A PhotoVoice Project: A snapshot of how COVID-19 impacted Regent Park’s diverse community members

Regent Park Community Health Centre will be highlighting preliminary findings of their recent PhotoVoice Project. Community members were recruited to capture photographs to document and reflect on how their lives have been impacted by COVID-19. This project aims to provide space for community members to critically reflect on their experiences, have an artistic and potentially therapeutic outlet to express their voices, and to have their voices amplified through this project. The project will aim to fill a gap in the current literature and inform program, policy change and advocacy efforts to better support marginalized groups’ unique needs during the pandemic.

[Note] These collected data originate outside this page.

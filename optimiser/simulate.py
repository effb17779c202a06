"""Event-driven simulation of a network of stocking sites, for checking any set of policies.

Two layers:

* :func:`simulate_network_arrays` - the array interface: a forest of ``S`` sites (``parent``), ``n`` items,
  per (item, site) policy, demand and lead-time arrays; runs the compiled event loop of
  :mod:`optimiser.sim_kernel` for every item and replication and returns per-replication statistics
  (:class:`NetworkSimulation`) with means and 95% confidence half-widths over replications.
* :func:`simulate_policies` - the application layer: item-site table + policies frame + case settings ->
  one row per (site, item) with simulated KPIs beside the planned ones; :func:`write_simulation` writes
  ``simulation.csv`` (and a plot of chosen time series) atomically.

Definitions of the KPIs (all counted after the warm-up):

* fill rate - share of the units demanded from a site (customer demand plus orders of the sites below it) that
  are met from stock at once; customer fill rate - the same for the site's own customers only;
* cycle service - share of replenishment cycles that end without a stockout: the share of receipts at the site
  that find no backorders waiting. With unit demand, continuous review and a constant lead time the stock
  just before a receipt is R - D(L), so this is the classic P(lead-time demand <= R);
* on hand, backorders - time averages in units (backorders include store orders waiting at a warehouse);
* orders per year - replenishment orders placed by the site;
* store delay - mean wait, in days, of the units a site ordered from its upstream site between the order and
  their shipment (unit-weighted; 0 at a root site); store delay sd - the standard deviation of that wait;
* annual costs - ordering (orders x order cost), holding (on hand x holding cost per unit-year), backorder
  (customer units short x cost per unit, or customer backorders x cost per unit-year, by the case's basis).
"""

from __future__ import annotations

import argparse
import json
import sys
import time
import warnings
from collections.abc import Callable
from dataclasses import dataclass, replace
from datetime import UTC, datetime
from pathlib import Path
from typing import Any

import numpy as np
import pandas as pd
from numpy.typing import ArrayLike
from scipy import stats as _sps

from models import joint as joint_model
from optimiser import sim_kernel as _k
from optimiser.sim_kernel import DEMAND_COMPOUND, DEMAND_NORMAL_DAILY, DEMAND_POISSON

__all__ = [
    "DEMAND_COMPOUND",
    "DEMAND_NORMAL_DAILY",
    "DEMAND_POISSON",
    "NetworkSimulation",
    "compound_parameters",
    "confidence_half_width",
    "replication_seeds",
    "simulate_network_arrays",
]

Presenters: Nadia Pabani, Registered Dietitian - Diabetes Education, Regent Park Community Health Centre; Josie Ricciardi, Manager, Regent Park Community Health Centre; Flavia Genovese, Regent Park Community Health Centre

 

Measuring what counts in the midst of the COVID-19 pandemic: Indicators for equity in public health

COVID-19 is highlighting and amplifying long-standing inequities in our society and Canada’s health systems. As the country manages ongoing transmission and infection, we find ourselves in a cycle of planning, response and recovery. We present health equity indicator prompts to complement a public health organization framework for emergency preparedness. The framework, indicators and equity prompts are useful tools to assess organizational capacity and move to integrate health equity considerations systematically in all decision making for emergency preparedness, response and recovery. Effective consideration of equity requires it to be integrated in all planning, all of the time.

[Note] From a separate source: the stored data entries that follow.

def _concat_results(parts: list[TwoLevelResult]) -> TwoLevelResult:
    from dataclasses import fields

    from models import single_site as ss

    out = {}
    for f in fields(TwoLevelResult):
        vals = [getattr(p, f.name) for p in parts]
        if f.name == "store_policy":
            out[f.name] = ss.SitePolicy(
                **{
                    g: np.concatenate([np.asarray(getattr(v, g)) for v in vals])
                    for g in ss.SitePolicy.__dataclass_fields__
                }
            )
        else:
            out[f.name] = np.concatenate(vals, axis=0)
    return TwoLevelResult(**out)


def _optimise_chunk(args):
    inp, points, rounds, store_method = args
    return optimise_two_level(inp, points=points, rounds=rounds, workers=1, store_method=store_method)


def optimise_two_level(
    inp: TwoLevelInputs,
    *,
    points: int = SEARCH_POINTS,
    rounds: int = SEARCH_ROUNDS,
    workers: int = 1,
    store_method: str = "auto",
    progress=None,
) -> tuple[TwoLevelResult, TwoLevelResult]:
    """Network-optimal warehouse reorder point with the stores re-optimised for each candidate.

    Parameters
    ----------
    inp : TwoLevelInputs
    points, rounds : int
        Grid points bracketing the warehouse reorder point (``rounds`` is kept for the tree search).
    workers : int
        Processes over chunks of items (items are independent); 1 runs in this process.
    store_method : {"auto", "backlog", "moments"}
        As in :func:`evaluate_two_level`; with the unit model the warehouse reorder point is searched again
        around the moment model's choice.
    progress : callable, optional
        Called with a line of text now and then during the unit-level figures.

    Returns
    -------
    network : TwoLevelResult
        The network plan.
    seed : TwoLevelResult
        The single-site plan (each site alone, :func:`single_site_seed`) evaluated in the network.

    Examples
    --------
    See ``tests/test_echelon.py``.

    Notes
    -----
    Order quantities stay as seeded (or as fixed). For every item the warehouse reorder point ``R0`` runs over
    a grid between ``-Q0`` (no stock kept) and the LTD mean + ``SEARCH_HIGH_SDS`` sd; each candidate gives the
    delay moments, the stores' reorder points are re-optimised for them
    (``models.single_site.optimise_policy``
    with the stores' own cost or service mode) and the network cost (warehouse ordering + holding +
    own-customer
    backorders, plus the stores' total costs) is computed. The grid then narrows around the best candidate
    (``points`` candidates, ``rounds`` rounds, stop below ``SEARCH_TOL_UNITS`` units / ``SEARCH_TOL_SD`` sd),
    vectorised over items. In the service modes the stores meet their targets for each candidate, so the least
    network cost is the least-cost way to meet them (Axsäter 2003; Andersson, Axsäter & Marklund 1998).

    References
    ----------
    Axsäter, S. (2003). Approximate optimization of a two-level distribution inventory system. International
    Journal of Production Economics 81-82, 545-553.
    """
    n, m = inp.store_mean.shape
    if workers > 1 and n >= 2 * PARALLEL_MIN_ITEMS:
        from concurrent.futures import ProcessPoolExecutor

        chunks = np.array_split(np.arange(n), workers)
        with ProcessPoolExecutor(max_workers=workers) as pool:
            jobs = [(_take_inputs(inp, c), points, rounds, store_method) for c in chunks]
            parts = list(pool.map(_optimise_chunk, jobs))
        return _concat_results([p[0] for p in parts]), _concat_results([p[1] for p in parts])
    store_r, store_q, r0_seed, q0, demand = single_site_seed(inp)
    demand = _lattice_q0(demand, q0)
    seed_eval = evaluate_two_level(
        inp, store_r, store_q, r0_seed, q0, demand=demand, store_method=store_method, workers=workers,
        progress=progress,
    )
    tables = discrete_tables(demand)
    sd0 = np.sqrt(np.maximum(demand.var, 0.0))
    disc = demand.discrete
    lo = -q0.astype(float)
    hi = np.maximum(np.ceil(demand.mean + SEARCH_HIGH_SDS * sd0), lo + 1.0)
    hi = np.maximum(hi, r0_seed)
    lo = np.minimum(lo, r0_seed)
    best_r = r0_seed.copy()
    its = np.zeros(n, dtype=np.int64)
    done = np.zeros(n, dtype=bool)

    def network_cost(r0c, idx=None):
        if idx is None:
            sub_inp, sub_dem, sub_tab, sub_q, q0s = inp, demand, tables, store_q, q0
        else:
            sub_inp, sub_dem, sub_tab = (
                _take_inputs(inp, idx),
                _take_demand(demand, idx),
                _take_tables(tables, idx, n),
            )
            sub_q, q0s = store_q[idx], q0[idx]
        state = warehouse_moments(sub_dem, r0c, q0s, tables=sub_tab)
        ew, vw = delay_moments(state, sub_dem)
        rows, _, _, _, pol = _optimise_stores(sub_inp, ew, vw, sub_q, state.wait_probability, mixture=False)
        ordering, holding, back, _ = _warehouse_rows(sub_inp, sub_dem, state, q0s)
        return ordering + holding + back + _per_item(rows, np.asarray(pol.total_cost, dtype=float), r0c.size)

    tol = np.maximum(np.where(disc, SEARCH_TOL_UNITS, 0.0), SEARCH_TOL_SD * np.maximum(sd0, 1e-9))
    # on a lattice of step g the reorder point moves in steps of g (the residue would only shift positions)
    g = np.where(disc, demand.step, 1).astype(float)
    best_x, _, its, done = golden_search(
        lambda x, idx=None: network_cost(x * (g if idx is None else g[idx]), idx),
        lo / g,
        hi / g,
        disc,
        tol / g,
        points=points,
        max_iter=GOLDEN_MAX_ITER,
        extra=r0_seed / g,
        subset=True,
    )
    best_r = best_x * g
    # final: stores re-optimised at the best R0, then evaluated
    state = warehouse_moments(demand, best_r, q0, tables=tables)
    ew, vw = delay_moments(state, demand)
    rows, mean, sd, codes, pol = _optimise_stores(
        inp, ew, vw, store_q, state.wait_probability, refine=True, mw=state.max_wait
    )
    result = _assemble(inp, demand, best_r, q0, state, ew, vw, rows, mean, sd, codes, pol, its, done)
    result = _apply_backlog(inp, demand, result, store_q, optimise=True, method=store_method, workers=workers,
                            progress=progress)
    return result, seed_eval


# ----------------------------------------------------------------------------------------------------------
# trees deeper than two levels: the same step level by level (moment-fitted site demand)
# ----------------------------------------------------------------------------------------------------------
@dataclass(frozen=True)
class TreeInputs:
    """``n`` items on a tree of ``S`` slots (slot 0 the root; ``parent[s]`` the slot above, -1 at the root).

    Arrays ``(n, S)``: ``active`` (the item is stocked there), ``mean``/``sd`` (own customer demand per day),
    ``lead``/``lead_sd`` (supplier lead time at the root, transit below), ``count`` (count demand),
    ``order_cost``, ``holding_cost``, ``backorder_cost`` (0 where none), ``target`` (NaN where none),
    ``fixed_q`` (NaN = free), ``pack``. A site whose children do not stock an item is a leaf for that item.
    """

    parent: np.ndarray
    active: np.ndarray
    mean: np.ndarray
    sd: np.ndarray
    lead: np.ndarray
    lead_sd: np.ndarray
    count: np.ndarray
    order_cost: np.ndarray
    holding_cost: np.ndarray
    backorder_cost: np.ndarray
    target: np.ndarray
    fixed_q: np.ndarray
    pack: np.ndarray
    days_per_year: float = 365.0
    mode: str = "cost"
    backorder_basis: str = "per_unit"

    def __post_init__(self) -> None:
        _check_inputs(self, self.active.shape, self.active.shape[:1])
        if self.parent.shape != self.active.shape[1:]:
            raise ValueError(f"parent must have shape {self.active.shape[1:]}; found {self.parent.shape}")


@dataclass(frozen=True)
class TreeResult:
    """Per (item, slot) arrays ``(n, S)`` (NaN where not stocked) and per item ``network_cost`` (n,).

    ``delay``/``delay_var``: the wait a slot's orders see at its parent (0 at the root). ``leaf``: slots
    evaluated by the single-site functions. ``iterations``/``converged``: the reorder-point search (n,).
    """

    reorder_point: np.ndarray
    order_quantity: np.ndarray
    safety_stock: np.ndarray
    ltd_mean: np.ndarray
    ltd_sd: np.ndarray
    distribution: np.ndarray
    cycle_service: np.ndarray
    fill_rate: np.ndarray
    on_hand: np.ndarray
    backorders: np.ndarray
    orders_per_year: np.ndarray
    ordering_cost: np.ndarray
    cycle_stock_cost: np.ndarray
    safety_stock_cost: np.ndarray
    backorder_cost: np.ndarray
    total_cost: np.ndarray
    z: np.ndarray
    note: np.ndarray
    delay: np.ndarray
    delay_var: np.ndarray
    leaf: np.ndarray
    network_cost: np.ndarray
    iterations: np.ndarray
    converged: np.ndarray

Presenters: Claire Betker, Scientific Director, National Collaborating Centre for Determinants of Health; Margaret Haworth-Brockman, Senior Program Manager, National Collaborating Centre for Infectious Diseases

 

Pride through agency and strength through shared histories: Exploring the LGBTQ+ Newcomer Drop In at Centretown Community Health Centre

The development of a support program that addressed mental health related issues among 2SLGBTQ+ newcomers and immigrants was imperative due to the limited number of mental health resources and counselling services available with an anti-oppression framework. Such as framework is essential to help create safer spaces for folks with marginalized intersectional identities. The Centretown Community Health Centre Drop-in was created under the supervision of two mental health counsellors at the CHC. The objectives of this poster are to demonstrate the effectiveness of a Peer Program; learn about the steps in the development of safer, trauma-informed spaces to foster healthier relationships among folks with marginalized intersectional identities; and highlighting the importance of knowledge sharing and building community between Indigenous and immigrant populations in Canada.

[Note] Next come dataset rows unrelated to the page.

#: default largest multiple k_i
K_MAX = 32
#: default ratio of consecutive grid candidates (the proven tolerance of the candidate set, see module doc)
GRID_RATIO = 1.002
#: hard cap on the number of grid candidates (the ratio is widened, and reported, to respect it)
MAX_GRID = 4000
#: default relative MIP gap asked of HiGHS (a smaller gap than this is reported as optimal)
MIP_GAP = 1e-7
#: HiGHS threads per solve
HIGHS_THREADS = 1
#: default solver time limit in seconds
TIME_LIMIT = 60.0
#: z limits of the normal approximation
Z_MIN, Z_MAX = -8.0, 8.0
#: relative slack when checking constraints of a returned solution
CHECK_TOL = 1e-7
#: Lagrangian bounds: bisection steps per multiplier, coordinate sweeps when several constraints are priced
LAGRANGE_BISECT = 48
LAGRANGE_SWEEPS = 3
#: bisection steps for the fill-rate safety factor
FILL_BISECT = 60

#: include the special candidates (exact/RAND cycles, breakpoints); off only to test the bare grid's tolerance
_SPECIAL_POINTS = True

MODES = ("cost", "cycle_service", "fill_rate")
BASES = ("per_unit", "per_unit_year")


# --------------------------------------------------------------------------- stochastic part
_INV_SQRT_2PI = 1.0 / math.sqrt(2.0 * math.pi)


def _std_loss(z: np.ndarray) -> np.ndarray:
    """Standard normal first-order loss ``G(z) = phi(z) - z (1 - Phi(z))`` (upper tail by erfc)."""
    return np.exp(-0.5 * z * z) * _INV_SQRT_2PI - z * 0.5 * erfc(z / math.sqrt(2.0))


def periodic_review_cost(
    interval,
    annual_demand,
    demand_var,
    lead_time,
    lead_time_sd,
    holding_cost,
    backorder_cost,
    *,
    backorder_basis: str = "per_unit",
    mode: str = "cost",
    target=None,
) -> tuple[np.ndarray, np.ndarray, np.ndarray]:
    """Safety-stock and backorder cost of a periodic order-up-to policy (normal approximation).

    Parameters
    ----------
    interval : array_like
        Review interval ``tau`` (years); broadcast with the item arrays.
    annual_demand, demand_var : array_like
        Mean ``D`` and variance ``V`` of demand per year (daily variance times days per year).
    lead_time, lead_time_sd : array_like
        Mean and standard deviation of the lead time (years).
    holding_cost : array_like
        ``h`` per unit per year.
    backorder_cost : array_like
        ``b`` per unit short (``per_unit``) or ``p`` per unit-year (``per_unit_year``); NaN = none (0).
    backorder_basis : {"per_unit", "per_unit_year"}
    mode : {"cost", "cycle_service", "fill_rate"}
        ``cost``: the cost-optimal level; otherwise the level meeting ``target``.
    target : array_like, optional
        Cycle service or fill rate in (0, 1) for the service modes.

    Returns
    -------
    cost : numpy.ndarray
        ``h sigma E[(z - Z)^+] + backorder cost`` per year (cycle stock ``h D tau / 2`` not included).
    z : numpy.ndarray
        Safety factor.
    sigma : numpy.ndarray
        Standard deviation of demand over ``tau + L``.

    Notes
    -----
    Protection period ``tau + L``: ``sigma^2 = (tau + L) V + D^2 sd_L^2``; order-up-to level
    ``D (tau + L) + z sigma``. Expected on hand at the end of a cycle ``sigma G(-z)``, expected shortage per
    cycle ``sigma G(z)`` (``G`` the standard normal loss function). Per unit short the cost per year is
    ``h sigma G(-z) + (b / tau) sigma G(z)``, minimised at ``Phi(z) = b / (b + h tau)``; per unit-year
    ``h sigma G(-z) + p sigma G(z)``, minimised at ``Phi(z) = p / (p + h)``. Fill rate ``beta``:
    ``sigma G(z) = (1 - beta) D tau``.

    References
    ----------
    Silver, E. A., Pyke, D. F., Peterson, R. (1998). Inventory Management and Production Planning and
    Scheduling, 3rd ed., Wiley, ch. 7 (periodic review, order-up-to level).
    Atkins, D. R., Iyogun, P. O. (1988). Periodic versus "can-order" policies for coordinated multi-item
    inventory systems. Management Science 34(6), 791-796.

    Examples
    --------
    >>> c, z, s = periodic_review_cost(0.1, 100.0, 100.0, 0.0, 0.0, 1.0, float("nan"),
    ...                                mode="cycle_service", target=0.5)
    >>> round(float(c), 4), float(z)
    (1.2616, 0.0)
    """
    if mode not in MODES:
        raise ValueError(f"mode must be one of {MODES}, got {mode!r}")
    if backorder_basis not in BASES:
        raise ValueError(f"backorder_basis must be one of {BASES}, got {backorder_basis!r}")
    tau = np.asarray(interval, dtype=float)
    D = np.asarray(annual_demand, dtype=float)
    V = np.asarray(demand_var, dtype=float)
    L = np.asarray(lead_time, dtype=float)
    sL = np.asarray(lead_time_sd, dtype=float)
    h = np.asarray(holding_cost, dtype=float)
    b = np.asarray(backorder_cost, dtype=float)
    b = np.where(np.isfinite(b), b, 0.0)
    sigma = np.sqrt(np.maximum((tau + L) * V + D**2 * sL**2, 0.0))
    shape = np.broadcast_shapes(tau.shape, D.shape, V.shape, L.shape, sL.shape, h.shape, b.shape)
    if mode == "cost":
        if backorder_basis == "per_unit":
            with np.errstate(divide="ignore", invalid="ignore"):
                ratio = np.where(b > 0, b / (b + h * tau), 0.0)
        else:
            with np.errstate(divide="ignore", invalid="ignore"):
                ratio = np.where(b > 0, b / (b + h), 0.0)
        z = np.clip(ndtri(np.clip(ratio, 0.0, 1.0)), Z_MIN, Z_MAX)
    elif mode == "cycle_service":
        t = np.asarray(target, dtype=float)
        if t.size == 0 or np.any(~(t > 0) | ~(t < 1)):
            raise ValueError(f"target must lie in (0, 1) for mode 'cycle_service', got {target!r}")
        z = np.clip(ndtri(t), Z_MIN, Z_MAX)
    else:
        t = np.asarray(target, dtype=float)
        if t.size == 0 or np.any(~(t > 0) | ~(t < 1)):
            raise ValueError(f"target must lie in (0, 1) for mode 'fill_rate', got {target!r}")
        with np.errstate(divide="ignore", invalid="ignore"):
            want = np.where(sigma > 0, (1.0 - t) * D * tau / sigma, np.inf)
        want = np.broadcast_to(want, shape)
        lo = np.full(shape, Z_MIN)
        hi = np.full(shape, Z_MAX)
        for _ in range(FILL_BISECT):  # G is decreasing: find G(z) = want
            mid = 0.5 * (lo + hi)
            above = _std_loss(mid) > want
            lo = np.where(above, mid, lo)
            hi = np.where(above, hi, mid)
        z = 0.5 * (lo + hi)
    z = np.broadcast_to(z, shape)
    short = sigma * _std_loss(z)
    on_hand = sigma * _std_loss(-z)
    if backorder_basis == "per_unit":
        with np.errstate(divide="ignore", invalid="ignore"):
            back = np.where(b > 0, b * short / tau, 0.0)
    else:
        back = b * short
    cost = h * on_hand + back
    return np.broadcast_to(cost, shape).copy(), np.asarray(z).copy(), np.broadcast_to(sigma, shape).copy()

Presenters: Andi Vicente, LGBTQ+ Newcomer Community Health Worker, Centretown Community Health Centre; Sinda Garziz  Multicultural Community Health Worker, Centretown Community Health Centre

 

Structuring a communications framework to address challenges of marginalized communities for building trust and effectively delivering public health messages during COVID-19

Pandemic health emergencies are chaotic and colossal, and they require credible information for awareness, and confidence in systems to mitigate impacts. Communication strategies are crucial in protecting public health during a pandemic. Social determinants of health and infodemic are factors influencing effective communication strategies and practices among marginalized populations, establishing the need for an equity-based approach for effective communication and mitigation. This poster will share how to design an equity-informed communication preparedness and strategy framework, including the participatory and inclusive process of planning and implementing emergency risk communication materials aimed at reducing barriers and in turn reducing the vulnerability of marginalized populations.

Presenters: Akm Alamgir, Manager, Quality and Accountability Systems, Access Alliance Multicultural Health and Community Services; Sibghat Usmani Research Fellow, Institute for Work & Health

 

Multi-disciplinary FASD Training: We don't need to be experts to improve outcomes

This poster will describe an emerging initiative that is delivering quality training to service providers of all kinds (e.g., Early Childhood educators, camp leaders, social workers, family doctors). Training will allow service providers to look within their own practice to identify individuals who may benefit from an approach informed by our current understanding of Fetal Alcohol Spectrum Disorder (FASD) as a neurodevelopmental disorder. Presenters will share early implementation and evaluation data and emphasize how this training will lead to a more inclusive service delivery system where families affected by FASD are better understood and receive needed care and support.

Presenters: Pascal Gagné, Health Promotion Consultant, Health Nexus

Making lemonade from lemons: Improving health outcomes of vulnerably housed clients during the COVID-19 pandemic

In March 2020, an Assisted Self-Isolation Site (ASIS) was opened for vulnerably housed individuals in response to the COVID-19 pandemic. Stakeholders included Alberta Health Services, the Calgary Homeless Foundation, the Government of Alberta, the City of Calgary and the Alex Community Health Centre. The site (a hotel with 100 rooms) was dedicated to housing those who were COVID-19 positive or could be, and who did not have a home in which they could properly isolate (City of Calgary, 2020).  ASIS offered medical and mental health services, social supports and addiction resources, and this poster will demonstrate how those services were provided, and impacts they had for people.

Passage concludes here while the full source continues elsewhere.